Medical Matters: The difficulties and diversities of diagnosing sepsis
Like many doctors, I have seen a number of cases of sepsis in my professional lifetime. Broadly defined as a life-threatening disorder that arises when the body’s response to an infection injures its own organs and tissues, sepsis can lead to shock, multiple organ failure and death.
But it is a hugely variable clinical entity. I have seen healthy children become incredibly unwell within minutes as meningococcal infection literally races through their bodies in front of you. And I have also looked after some patients in their 80s whose blood pressure drops like a stone as they lose consciousness due to septic shock, but who defy your expectation that they will die by rallying unexpectedly.
Although first described by Hippocrates, sepsis remains a poorly understood medical condition. In Ireland, the sad case of Savita Halappanavar, who died in University Hospital Galway in 2012, brought sepsis into the public domain. Her demise after a severe infection complicated an incomplete miscarriage when she was 17 weeks pregnant may have grabbed international public attention for other reasons but a superbly conducted inquest gave us an unprecedented insight into the many unknowns that still surround sepsis.
Writing in the Lancet recently, a distinguished group of experts acknowledge that the present consensus definition, which includes a long list of probable signs of sepsis, is inadequate: “One approach to this issue has been the introduction of threshold decision-making, in which diseases are defined as being present when one or more predefined criteria are breached . . .” they write. “However, this approach relies on availability of a clinical or biochemical biomarker that can provide the so-called gold standard criterion for diagnosis. Unfortunately, no satisfactory biomarkers exist that can be used to diagnose sepsis, unlike disorders such as hypertension or diabetes mellitus, which have clear-cut, internationally accepted criteria.”
Increased levels of the chemical marker troponin in the blood of a person with chest pain? They have an acute coronary syndrome and may be on their way to having a heart attack. A hairline fracture on the ankle X-ray of someone who fell? Even though clinically you might have put your money on a bad sprain rather than a fracture, there is no denying the evidence of a sound diagnostic test.
However, sepsis remains a clinical syndrome without a reliable biomarker to prove or disprove the diagnosis. In the past 20 years, biomarkers have been the subject of intense research to try to identify molecules that might be early indicators of sepsis, predictors of risk, or likely response to treatment. Despite this major effort we still rely on relatively non-specific tests such as white blood cell counts and C-reactive protein levels to give us some sense of how severe each case of sepsis might be.
This does not surprise the authors of the Lancet review. “In view of the complexity of the pathogenesis of sepsis, the diversity of clinical presentations, and the heterogeneity of patient populations, to believe that one biomarker will prove to be ideal is arguably unrealistic,” they say, arguing this is more likely to be achieved by using a combination of disease markers.
Progress on the treatment front has also been frustrating. We have no specific anti-sepsis treatments so that mortality rates of up to 50 per cent persist in the case of septic shock.

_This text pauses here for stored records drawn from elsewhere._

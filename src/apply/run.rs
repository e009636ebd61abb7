//! One file through the engines, streaming.

use super::rejection::stop_frequency;
use super::report::{FileReport, Rejection};
use crate::audio::metrics::{amp_to_db, LevelMeter, ToneMeter};
use crate::audio::{SampleFormat, WavReader, WavSpec, WavWriter};
use crate::design::Design;
use crate::error::{Error, Result};
use crate::pipeline::{choose_rate, port, realize, Realized};
use crate::quantize::{NumberFormat, Structure};
use crate::report::inspect::number_name;
use crate::sections::max_pole_radius;
use crate::sections::norms::linf_norm;
use crate::simulate::Runner;
use std::path::{Path, PathBuf};
use std::time::Instant;

/// Frames per block: large enough to amortise the hand-over between the two cores
/// (8192 spent a tenth of the time switching threads), small enough for the second-level
/// cache (512 KiB of stereo f64).
pub const BLOCK_FRAMES: usize = 32768;

/// How to run a design over a file.
#[derive(Debug, Clone)]
pub struct ApplyOptions {
    /// Knob settings `NAME=POS`.
    pub knobs: Vec<String>,
    /// Sample rate to discretize at, overriding the design and the file.
    pub rate: Option<f64>,
    /// The arithmetic of the main output.
    pub number: NumberFormat,
    /// Output sample format; `None` keeps the input's.
    pub bits: Option<SampleFormat>,
    /// TPDF dither when the output word is shorter than the processing word.
    pub dither: bool,
    /// Dither seed.
    pub seed: u64,
    /// Run a quantized design even when its poles reach |z| >= 1.
    pub force: bool,
    /// Also run f64 and report the output's SNR against it (implied by a float or
    /// residual output).
    pub compare: bool,
}

/// Where the results go.
#[derive(Debug, Clone)]
pub struct Outputs {
    /// The target-arithmetic output.
    pub main: PathBuf,
    /// The f64 run, when compared.
    pub float: Option<PathBuf>,
    /// The main-minus-f64 difference times `residual_gain_db`, as 32-bit float.
    pub residual: Option<PathBuf>,
    /// Gain applied to the residual so quantization noise can be heard, dB.
    pub residual_gain_db: f64,
}

/// Opens every input's header and checks that a batch is consistent.
///
/// # Errors
/// An unreadable or malformed file, or channel counts that differ.
pub fn check_batch(inputs: &[PathBuf]) -> Result<Vec<WavSpec>> {
    let specs =
        inputs.iter().map(|p| WavReader::open(p).map(|r| r.spec())).collect::<Result<Vec<_>>>()?;
    if let Some(first) = specs.first() {
        for (spec, path) in specs.iter().zip(inputs) {
            if spec.channels != first.channels {
                return Err(Error::input(format!(
                    "{}: {} channels, but {} has {}: a batch must share one channel count",
                    path.display(),
                    spec.channels,
                    inputs[0].display(),
                    first.channels
                )));
            }
        }
    }
    Ok(specs)
}

/// Runs `design` over `input`, writing `outputs`; `progress` is told the frames done.
///
/// # Errors
/// Unreadable or malformed input, an unwritable output (or one equal to an input), a
/// design the file's rate cannot hold, or a quantized design with poles on or outside
/// the unit circle (unless forced). No output is left behind on error.
pub fn apply_file(
    design: &Design,
    input: &Path,
    outputs: &Outputs,
    opts: &ApplyOptions,
    progress: &(dyn Fn(u64) + Sync),
) -> Result<FileReport> {
    let started = Instant::now();
    let mut reader = WavReader::open(input)?;
    let spec = reader.spec();
    let channels = usize::from(spec.channels);
    let rate = choose_rate(opts.rate, design, Some(f64::from(spec.rate))).map_err(|e| {
        match e {
            // The rate is the file's own: say which file.
            Error::Input(m) if opts.rate.is_none() && design.target.rate.is_none() => {
                Error::input(format!("{}: {m}", input.display()))
            }
            other => other,
        }
    })?;
    let mut warnings = Vec::new();
    if rate != f64::from(spec.rate) {
        warnings.push(format!(
            "design discretized at {rate} Hz but {} is {} Hz: every frequency is off by a factor {:.4}",
            input.display(),
            spec.rate,
            f64::from(spec.rate) / rate
        ));
    }
    let port = port(design.clone(), &opts.knobs, rate)?;
    let structure = design.target.structure;
    let realized = realize(&port.cascade, opts.number, structure)?;
    if let Realized::Fixed(f) = &realized {
        if !f.is_stable() && !opts.force {
            return Err(Error::input(format!(
                "{}: the quantized design has a pole on or outside the unit circle and would \
                 run away; see `tonewright inspect`, or pass --force to run it anyway",
                design.file
            )));
        }
    }
    let effective = realized.effective(rate)?;
    let peak = linf_norm(&effective.sections);
    if peak > 1.0 {
        warnings.push(format!(
            "the design's peak gain is {:+.1} dB: a loud input can clip; start playback quietly",
            amp_to_db(peak)
        ));
    }

    let mut main = Runner::new(&realized, structure, channels)?;
    let compare = opts.compare || outputs.float.is_some() || outputs.residual.is_some();
    // The f64 reference runs in df2t whatever the target's structure: in f64 the two
    // structures differ by rounding near 1e-16, and df2t has the faster kernel.
    let mut float = if compare {
        Some(Runner::new(
            &realize(&port.cascade, NumberFormat::F64, Structure::Df2t)?,
            Structure::Df2t,
            channels,
        )?)
    } else {
        None
    };
    let out_spec = WavSpec { sample: opts.bits.unwrap_or(spec.sample), ..spec };
    let protect = [input];
    let writer = |path: &Path, spec: WavSpec, word_bits: u32, seed: u64| -> Result<WavWriter> {
        let w = WavWriter::create(path, spec, &protect)?;
        match spec.sample {
            SampleFormat::Int { bits } if opts.dither && u32::from(bits) < word_bits => {
                w.with_tpdf_dither(seed)
            }
            _ => Ok(w),
        }
    };
    let mut main_out = writer(&outputs.main, out_spec, main.word_bits(), opts.seed)?;
    let mut float_out = match (&outputs.float, &float) {
        (Some(p), Some(f)) => Some(writer(p, out_spec, f.word_bits(), opts.seed ^ 0x9e37_79b9)?),
        _ => None,
    };
    let residual_spec = WavSpec { sample: SampleFormat::Float { bits: 32 }, ..spec };
    let mut residual_out = match &outputs.residual {
        Some(p) => Some(writer(p, residual_spec, 24, 0)?),
        None => None,
    };
    let residual_gain = 10f64.powf(outputs.residual_gain_db / 20.0);

    let frames = reader.frames();
    let stop = stop_frequency(&effective);
    // Measure the rejection after the slowest pole has settled (e^−7 ≈ 1e−3).
    let radius = max_pole_radius(&effective.sections);
    let settle = ((7.0 / (1.0 - radius).max(1e-9)).ceil() as u64).min(frames / 4);
    let meter_len = (frames - settle) as usize;
    let mut tone_in = stop.map(|s| ToneMeter::new(f64::from(spec.rate), s.hz, meter_len));
    let mut tone_out = tone_in.clone();
    let mut levels_in = LevelMeter::new(spec.channels, spec.sample);
    let mut levels_out = LevelMeter::new(spec.channels, out_spec.sample);
    let (mut signal_power, mut error_power) = (0.0f64, 0.0f64);

    let mut block = Vec::with_capacity(BLOCK_FRAMES * channels);
    let mut reference = Vec::with_capacity(BLOCK_FRAMES * channels);
    let mut done = 0u64;
    while reader.read_block(&mut block, BLOCK_FRAMES)? > 0 {
        let skip = settle.saturating_sub(done) as usize;
        let channel0 =
            |b: &[f64]| b.iter().step_by(channels).skip(skip).copied().collect::<Vec<_>>();
        let mut meter_input = |x: &[f64]| {
            levels_in.add(x);
            if let Some(t) = &mut tone_in {
                t.add(channel0(x));
            }
        };
        // The target's run, its meters and its file.
        let mut target_side = |block: &mut Vec<f64>| -> Result<()> {
            main.process(block)?;
            levels_out.add(block);
            if let Some(t) = &mut tone_out {
                t.add(channel0(block));
            }
            main_out.write_block(block)
        };
        match &mut float {
            Some(f) => {
                // The target on one core; the input's meters, the f64 reference and its
                // file on the other.
                reference.clear();
                reference.extend_from_slice(&block);
                let (done_main, done_float) = rayon::join(
                    || target_side(&mut block),
                    || -> Result<f64> {
                        meter_input(&reference);
                        f.process(&mut reference)?;
                        if let Some(w) = &mut float_out {
                            w.write_block(&reference)?;
                        }
                        Ok(reference.iter().map(|x| x * x).sum::<f64>())
                    },
                );
                done_main?;
                signal_power += done_float?;
                for (x, r) in block.iter_mut().zip(&reference) {
                    let e = *x - r;
                    error_power += e * e;
                    *x = e * residual_gain;
                }
                if let Some(w) = &mut residual_out {
                    w.write_block(&block)?;
                }
            }
            None => {
                meter_input(&block);
                target_side(&mut block)?;
            }
        }
        done += (block.len() / channels) as u64;
        progress(done);
    }
    let stats = main_out.finish()?;
    if let Some(w) = float_out {
        w.finish()?;
    }
    if let Some(w) = residual_out {
        w.finish()?;
    }
    if stats.overs > 0 {
        warnings.push(format!("{} output samples clipped at full scale", stats.overs));
    }
    if main.overflows() > 0 {
        warnings.push(format!(
            "{} internal overflow events in the fixed-point kernel",
            main.overflows()
        ));
    }
    let rejection = match (stop, &tone_in, &tone_out) {
        (Some(s), Some(i), Some(o)) if i.amplitude() > 1e-5 => Some(Rejection {
            hz: s.hz,
            predicted_db: s.predicted_db.is_finite().then_some(s.predicted_db),
            measured_db: amp_to_db(i.amplitude()) - amp_to_db(o.amplitude()),
        }),
        _ => None,
    };
    let seconds = started.elapsed().as_secs_f64();
    let audio_seconds = frames as f64 / f64::from(spec.rate);
    Ok(FileReport {
        input: input.display().to_string(),
        output: outputs.main.display().to_string(),
        file_rate: spec.rate,
        design_rate: rate,
        target: format!("{} {}", number_name(opts.number), structure),
        frames: done,
        input_levels: levels_in.levels(),
        output_levels: levels_out.levels(),
        clipped: stats.overs,
        overflows: main.overflows(),
        snr_vs_float_db: compare.then(|| 10.0 * (signal_power / error_power).log10()),
        rejection,
        seconds,
        realtime_factor: audio_seconds / seconds.max(1e-9),
        warnings,
    })
}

Commenting on research efforts in the past 20 years, the experts note, “an unavoidable if uncomfortable truth is that despite many hundreds of clinical trials, involving tens of thousands of patients, and costing hundreds of millions of dollars, not one so-called novel drug has come to the market and passed the test of time by being incorporated into routine clinical practice”.
A breakthrough will occur. In the meantime, early recognition of the condition remains our best chance of beating sepsis.